Bhagavad Gītā Chapter 15, Verse 4: Krishna to Arjuna — Puruṣottama-Yoga
Then seek that place from which none return, and take refuge in the primordial Purusha from whom this ancient current of existence first poured forth.
Bhāṣyakāra purports
- Śaṅkaraadvaita
After cutting the ashvattha with the sword of non-attachment, one must seek that supreme pada (abode) — the Vaishnava state — by understanding it, not by mere ritual approach.
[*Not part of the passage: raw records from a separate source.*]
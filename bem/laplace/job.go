package laplace

import (
	"github.com/rimfield/rimfield/bem/job"
	"github.com/rimfield/rimfield/geom"
)

// Job is the generic Laplace job. Its zero value is ready to use.
type Job struct{}

// New returns the generic Laplace job.
func New() job.Job { return &Job{} }

// units of the generic problem: u and k have no unit, so k du/dn is per
// metre and its integral along the boundary has no unit.
var units = job.Units{Potential: "1", InflowDensity: "1/m", Inflow: "1", Conductivity: "1", Length: "m",
	PotentialCSV: "", DensityCSV: "per_m"}

var words = job.Words{
	Units:         units,
	Potential:     "potential u",
	Field:         "|grad u|",
	FieldUnit:     "1/m",
	Inflow:        "inflow",
	InflowDensity: "inflow density",
	InflowNote:    "Inflow: the total flux k du/dn entering the domain through the boundary per metre of length (positive in).",
	Conductivity:  "conductivity k",
	Material:      func(m geom.Material) string { return job.DescribeMaterial(m, "k", "") },
	Condition:     func(c geom.Condition) string { return job.DescribeCondition(c, units) },
	Net:           "flow net",
	FluxLines:     "flux lines",
	Channels:      "flux channels",
	Drops:         "potential drops",
	ShapeFactor:   "q/(k H)",
	Ground:        "plane u = 0",
}

// Words returns the generic words: potential, flux, conductivity k.
func (*Job) Words() *job.Words { return &words }

// Options returns none: the generic job has no flags of its own.
func (*Job) Options() []job.Option { return nil }

// Check adds nothing to the summary but the common cautions.
func (*Job) Check(s *job.Setup) (*job.Checked, error) {
	return &job.Checked{Cautions: job.CommonCautions(s.Mesh)}, nil
}

// Solve solves the scene's own conditions; the headline is the inflow
// through the boundary at the highest fixed potential.
func (*Job) Solve(s *job.Setup) (*job.Outcome, error) {
	sys, sol, err := job.Solve(s)
	if err != nil {
		return nil, err
	}
	return &job.Outcome{
		System:   sys,
		Solution: sol,
		Solver:   "dense",
		Cautions: job.CommonCautions(s.Mesh),
		Headline: job.InflowHeadline(sol, &words),
	}, nil
}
Shankara is explicit: the verse means 'know it' (jnatavyam iti arthah), and the seeking itself is accomplished by taking refuge in that primordial Purusha who is the source from which the maya-web of samsara has streamed forth like an illusionist's conjuration. Those who enter that pada do not return to samsara (samsaraya) — liberation is final, not cyclical.
- Rāmānujaviśiṣṭādvaita
Ramanuja reads the verse as prescribing prapatti (surrender) to the adi-Purusha as the direct antidote to the guna-entanglement described in 15.2-3: only by taking shelter of Him whose maya is declared in Gita 7.14 ('mameva ye prapadyante mayam etam taranti te') can the anaadi (beginningless) conditioning of guna-sanga be undone. The 'ancient stream of pravritti' is the eternal flow of guna-driven activity from the Creator; surrender re-routes that flow into kainkarya (service). Ancient seekers of liberation (mumukshavah puraatanah) pursued precisely this path and were freed.
- Madhvadvaita
Madhva cites the Moksha-dharma: 'surrender to Him upon surrendering to whom one neither grieves nor exults, who neither is born nor dies — that Brahman is the root.' There is no other refuge (na cha bhagavato anyah sharanyo asti). The jiiva's distinctness from Hari is permanent; the cutting of the tree and the search for the pada are not exercises in self-inquiry but acts of dependent worship — the seeker is always the servant, never the identical ground.
- Vallabhaśuddhādvaita
Vallabha foregrounds bhakti as the 'primary means' (mukhyam sadhanam) for reaching the pada where the jnaanis do not return. The adi-Purusha is Shri Krishna himself, and the entire ancient pravrttti (beginningless activity) of the world flows from Him as lila-prasada. To 'seek the pada' is not philosophical inquiry but an act of love-surrender; the world-tree is His own play, and crossing it is accomplished by falling at His feet.
- Śrīdharabhakti
Shridhara reads the verse straightforwardly as devotional quest: after recognising samsara, seek the Vaishnava pada — the ground of Vishnu — as the real root that underlies even the inverted tree. The method of seeking is ekanta-bhakti (undivided devotion): 'I take refuge in that primordial Purusha' as a first-person vow of the seeker, not a third-person prescription. The 'ancient stream of samsara-pravrttti' identifies the Purusha as its source, making refuge in Him the only logically adequate response.
- Madhusūdanaadvaita-bhakti
Madhusudana synthesises the two currents: the pada must be sought first through the guru and then through Vedanta-vakya-vicharena (inquiry into Vedanta sentences), following the shruti directive 'he is to be sought, he is to be known' (so anveshhtavyah sa vijijnaasitavyah). Yet the Purusha into whom one takes refuge is none other than Krishna — 'He by whom all this is filled' (yenaedam sarvam purnam). The 'ancient maya-caused samsara-vrkksha-pravrttti' flows from Him exactly as an illusionist's elephant — recognising this identity of ground and Liberator is itself the liberation.